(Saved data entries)
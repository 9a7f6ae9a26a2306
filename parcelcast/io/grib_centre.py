"""The originating centre of the GRIB files behind an analysis (WMO Common Code Table C-11).

Read from the first message of each file with eccodes, apart from the main GRIB reader
(``io/grib.py``), so that only the one key is decoded.  Used to choose how the source's
relative humidity is defined (:mod:`parcelcast.thermo.model_humidity`).
"""

from __future__ import annotations

from pathlib import Path

__all__ = ["originating_centre"]


def _first_centre(path: Path) -> int | None:
    import pyproj  # noqa: F401  # PROJ before eccodes (DEVELOPERS.md, "GRIB and PROJ")
    import eccodes

    try:
        with open(path, "rb") as fh:
            if fh.read(4) != b"GRIB":
                return None
            fh.seek(0)
            h = eccodes.codes_grib_new_from_file(fh)
            if h is None:
                return None
            try:
                return int(eccodes.codes_get(h, "centre", ktype=int))
            finally:
                eccodes.codes_release(h)
    except (OSError, eccodes.GribInternalError):
        return None


def originating_centre(ds) -> int | None:
    """The common GRIB originating centre of the dataset's source files, or None.

    None when a file is not GRIB (NetCDF carries no such key), cannot be read, or the
    files come from different centres.
    """
    files = [f for f in str(ds.attrs.get("source_files", "")).split(";") if f]
    centres = {_first_centre(Path(f)) for f in files}
    return centres.pop() if len(centres) == 1 else None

[WHAT YOU ARE ASKED TO DO]:
Word for word, retype each record.

[RESULT OF THIS TASK]:
repository 9a7f6ae9a26a2306
filename parcelcast/io/grib_centre.py
"""The originating centre of the GRIB files behind an analysis (WMO Common Code Table C-11).

Read from the first message of each file with eccodes, apart from the main GRIB reader
(``io/grib.py``), so that only the one key is decoded.  Used to choose how the source's
relative humidity is defined (:mod:`parcelcast.thermo.model_humidity`).
"""

from __future__ import annotations

from pathlib import Path

__all__ = ["originating_centre"]


def _first_centre(path: Path) -> int | None:
    import pyproj  # noqa: F401  # PROJ before eccodes (DEVELOPERS.md, "GRIB and PROJ")
    import eccodes

    try:
        with open(path, "rb") as fh:
            if fh.read(4) != b"GRIB":
                return None
            fh.seek(0)
            h = eccodes.codes_grib_new_from_file(fh)
            if h is None:
                return None
            try:
                return int(eccodes.codes_get(h, "centre", ktype=int))
            finally:
                eccodes.codes_release(h)
    except (OSError, eccodes.GribInternalError):
        return None


def originating_centre(ds) -> int | None:
    """The common GRIB originating centre of the dataset's source files, or None.

    None when a file is not GRIB (NetCDF carries no such key), cannot be read, or the
    files come from different centres.
    """
    files = [f for f in str(ds.attrs.get("source_files", "")).split(";") if f]
    centres = {_first_centre(Path(f)) for f in files}
    return centres.pop() if len(centres) == 1 else None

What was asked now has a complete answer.